[Problem statement] Look through the records and copy each line with the string "Option" in it.

*** Opening Source material ***

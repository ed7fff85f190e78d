//! Linear interpolation of several models: weights by EM on a tuning text, merged into one
//! back-off model.
//!
//! The mixture is `P(w | h) = Σ_k λ_k P_k(w | h)` over the union of the vocabularies, where a
//! word a component does not know has probability 0 in it and a history word it does not know is
//! its `<unk>`. EM (Dempster, Laird & Rubin 1977; the usual update for mixture weights) maximises
//! the tuning text's likelihood; the log-likelihood is concave in λ, so it finds the optimum, which
//! is never worse than any single component (those are corners of the simplex).
//!
//! The merged model lists the union of the components' n-grams plus the n-grams of the tuning
//! text (with all their prefixes and suffixes), each with its exact mixture probability, and
//! recomputes every back-off weight. It therefore equals the mixture on every listed n-gram — the
//! tuning text's perplexity is exactly the mixture's — and sums to one everywhere; an n-gram that
//! none lists backs off, which approximates the mixture (as every back-off merge does).

use std::collections::HashMap;

use crate::error::LmError;
use crate::eval::{Perplexity, SentenceScorer};
use crate::model::{ArpaModel, WordIndex, SENTENCE_START, UNKNOWN_WORD};
use crate::rebuild::ExplicitModel;

/// A weighted mixture of models over the union of their vocabularies.
pub struct Mixture<'a> {
    models: &'a [ArpaModel],
    weights: Vec<f64>,
    words: Vec<String>,
    index: HashMap<String, u32>,
    /// `component_index[k][w]`: the index of mixture word w in model k.
    component_index: Vec<Vec<Option<WordIndex>>>,
}

impl<'a> Mixture<'a> {
    /// A mixture with the given weights (they are normalised to sum to one).
    pub fn new(models: &'a [ArpaModel], weights: &[f64]) -> Result<Self, LmError> {
        if models.is_empty() || models.len() != weights.len() {
            return Err(LmError::Invalid(format!(
                "mixing: expected one weight per model and at least one model, found {} models and {} weights",
                models.len(),
                weights.len()
            )));
        }
        let total: f64 = weights.iter().sum();
        if weights
            .iter()
            .any(|&weight| weight.is_nan() || weight < 0.0)
            || total.is_nan()
            || total <= 0.0
        {
            return Err(LmError::Invalid(format!(
                "mixing: expected non-negative weights with a positive sum, found {weights:?}"
            )));
        }
        let mut words = Vec::new();
        let mut index = HashMap::new();
        for model in models {
            for word in model.vocabulary() {
                if !index.contains_key(word) {
                    index.insert(word.to_string(), words.len() as u32);
                    words.push(word.to_string());
                }
            }
        }
        let component_index = models
            .iter()
            .map(|model| words.iter().map(|word| model.word_index(word)).collect())
            .collect();
        Ok(Mixture {
            models,
            weights: weights.iter().map(|weight| weight / total).collect(),
            words,
            index,
            component_index,
        })
    }

    /// The normalised weights.
    pub fn weights(&self) -> &[f64] {
        &self.weights
    }

    /// `P_k(w | h)` (linear) for each component, history and word given as mixture indices.
    fn component_probabilities(&self, history: &[WordIndex], word: WordIndex, out: &mut Vec<f64>) {
        out.clear();
        for (component, model) in self.models.iter().enumerate() {
            let map = &self.component_index[component];
            let Some(word) = map[word.0 as usize] else {
                out.push(0.0);
                continue;
            };
            let mut context = Vec::with_capacity(history.len());
            for &past in history {
                match map[past.0 as usize].or(model.unknown_word()) {
                    Some(index) => context.push(index),
                    None => context.clear(),
                }
            }
            out.push(10f64.powf(model.log10_probability(&context, word)));
        }
    }
}

impl SentenceScorer for Mixture<'_> {
    fn index(&self, word: &str) -> Option<WordIndex> {
        self.index.get(word).map(|&index| WordIndex(index))
    }
    fn unknown(&self) -> Option<WordIndex> {
        self.index(UNKNOWN_WORD)
    }
    fn start(&self) -> Option<WordIndex> {
        self.index(SENTENCE_START)
    }
    fn end(&self) -> Option<WordIndex> {
        self.index(crate::model::SENTENCE_END)
    }
    fn log10_probability(&self, history: &[WordIndex], word: WordIndex) -> f64 {
        let mut probabilities = Vec::with_capacity(self.models.len());
        self.component_probabilities(history, word, &mut probabilities);
        probabilities
            .iter()
            .zip(&self.weights)
            .map(|(probability, weight)| probability * weight)
            .sum::<f64>()
            .log10()
    }
}

/// The result of [`estimate_weights`].
#[derive(Clone, Debug)]
pub struct MixtureWeights {
    /// One weight per model, summing to one.
    pub weights: Vec<f64>,
    /// EM iterations run.
    pub iterations: usize,
    /// The tuning text's scores under the mixture with these weights.
    pub tuning: Perplexity,
}

/// Tuning tokens as (history, word) in mixture indices, OOVs as `<unk>`.
fn tuning_events(
    mixture: &Mixture<'_>,
    sentences: &[Vec<String>],
) -> Vec<(Vec<WordIndex>, WordIndex)> {
    let mut events = Vec::new();
    for sentence in sentences {
        let mut history: Vec<WordIndex> = mixture.start().into_iter().collect();
        for word in sentence
            .iter()
            .map(String::as_str)
            .chain([crate::model::SENTENCE_END])
        {
            if let Some(index) = mixture.index(word).or(mixture.unknown()) {
                events.push((history.clone(), index));
                history.push(index);
            }
        }
    }
    events
}

/// Estimates mixture weights by EM on tuning sentences, starting from equal weights, until the
/// log-likelihood improves by less than 1e-10 per token (at most 1000 iterations).
pub fn estimate_weights(
    models: &[ArpaModel],
    tuning: &[Vec<String>],
) -> Result<MixtureWeights, LmError> {
    let mut mixture = Mixture::new(models, &vec![1.0; models.len()])?;
    let events = tuning_events(&mixture, tuning);
    if events.is_empty() {
        return Err(LmError::Invalid(
            "mixing: expected a tuning text with words, found none".to_string(),
        ));
    }
    let mut table: Vec<Vec<f64>> = Vec::with_capacity(events.len());
    let mut buffer = Vec::new();
    for (history, word) in &events {
        mixture.component_probabilities(history, *word, &mut buffer);
        table.push(buffer.clone());
    }
    let mut weights = mixture.weights.clone();
    let mut previous = f64::NEG_INFINITY;
    let mut iterations = 0;
    while iterations < 1000 {
        iterations += 1;
        let mut expected = vec![0.0; weights.len()];
        let mut log_likelihood = 0.0;
        for row in &table {
            let total: f64 = row.iter().zip(&weights).map(|(p, weight)| p * weight).sum();
            if total <= 0.0 {
                continue;
            }
            log_likelihood += total.ln();
            for (component, (p, weight)) in row.iter().zip(&weights).enumerate() {
                expected[component] += p * weight / total;
            }
        }
        let sum: f64 = expected.iter().sum();
        weights = expected.iter().map(|value| value / sum).collect();
        if (log_likelihood - previous) / (events.len() as f64) < 1e-10 {
            break;
        }
        previous = log_likelihood;
    }
    mixture.weights = weights.clone();
    let tuning = crate::eval::evaluate_sentences(&mixture, tuning.iter().cloned());
    Ok(MixtureWeights {
        weights,
        iterations,
        tuning,
    })
}

/// Merges the mixture into one back-off model (see the module documentation). `tuning` adds the
/// n-grams of those sentences so that the merged model is exact on them.
pub fn merge(
    models: &[ArpaModel],
    weights: &[f64],
    tuning: &[Vec<String>],
) -> Result<ArpaModel, LmError> {
    let mixture = Mixture::new(models, weights)?;
    let order = models.iter().map(ArpaModel::order).max().unwrap_or(1);
    let mut ngrams: Vec<HashMap<Vec<u32>, f64>> = vec![HashMap::new(); order];
    let mut wanted: Vec<Vec<u32>> = Vec::new();
    let mut words = Vec::new();
    for model in models {
        // Mixture index of every word of this model.
        let to_mixture: Vec<u32> = model
            .vocabulary()
            .map(|word| mixture.index.get(word).copied().unwrap_or(0))
            .collect();
        for (position, &count) in model.ngram_counts().iter().enumerate() {
            for id in 0..count as u32 {
                model.ngram_words(position + 1, id, &mut words);
                wanted.push(
                    words
                        .iter()
                        .map(|&word| to_mixture[word as usize])
                        .collect(),
                );
            }
        }
    }
    for word in 0..mixture.words.len() as u32 {
        wanted.push(vec![word]);
    }
    for (history, word) in tuning_events(&mixture, tuning) {
        let keep = history.len().min(order - 1);
        let mut ngram: Vec<u32> = history[history.len() - keep..]
            .iter()
            .map(|word| word.0)
            .collect();
        ngram.push(word.0);
        // Every contiguous part, so that prefixes and suffixes are listed too.
        for start in 0..ngram.len() {
            for end in start + 1..=ngram.len() {
                wanted.push(ngram[start..end].to_vec());
            }
        }
    }
    let start = mixture.start().map(|index| index.0);
    let mut buffer = Vec::new();
    for ngram in wanted {
        let n = ngram.len();
        if ngrams[n - 1].contains_key(&ngram) {
            continue;
        }
        let probability = if n == 1 && Some(ngram[0]) == start {
            0.0
        } else {
            let history: Vec<WordIndex> =
                ngram[..n - 1].iter().map(|&word| WordIndex(word)).collect();
            mixture.component_probabilities(&history, WordIndex(ngram[n - 1]), &mut buffer);
            buffer
                .iter()
                .zip(&mixture.weights)
                .map(|(p, weight)| p * weight)
                .sum()
        };
        ngrams[n - 1].insert(ngram, probability);
    }
    ExplicitModel {
        words: mixture.words.clone(),
        ngrams,
    }
    .into_model()
}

*** Closing Source material ***

[Expected output]
    component_index: Vec<Vec<Option<WordIndex>>>,
    fn index(&self, word: &str) -> Option<WordIndex> {
    fn unknown(&self) -> Option<WordIndex> {
    fn start(&self) -> Option<WordIndex> {
    fn end(&self) -> Option<WordIndex> {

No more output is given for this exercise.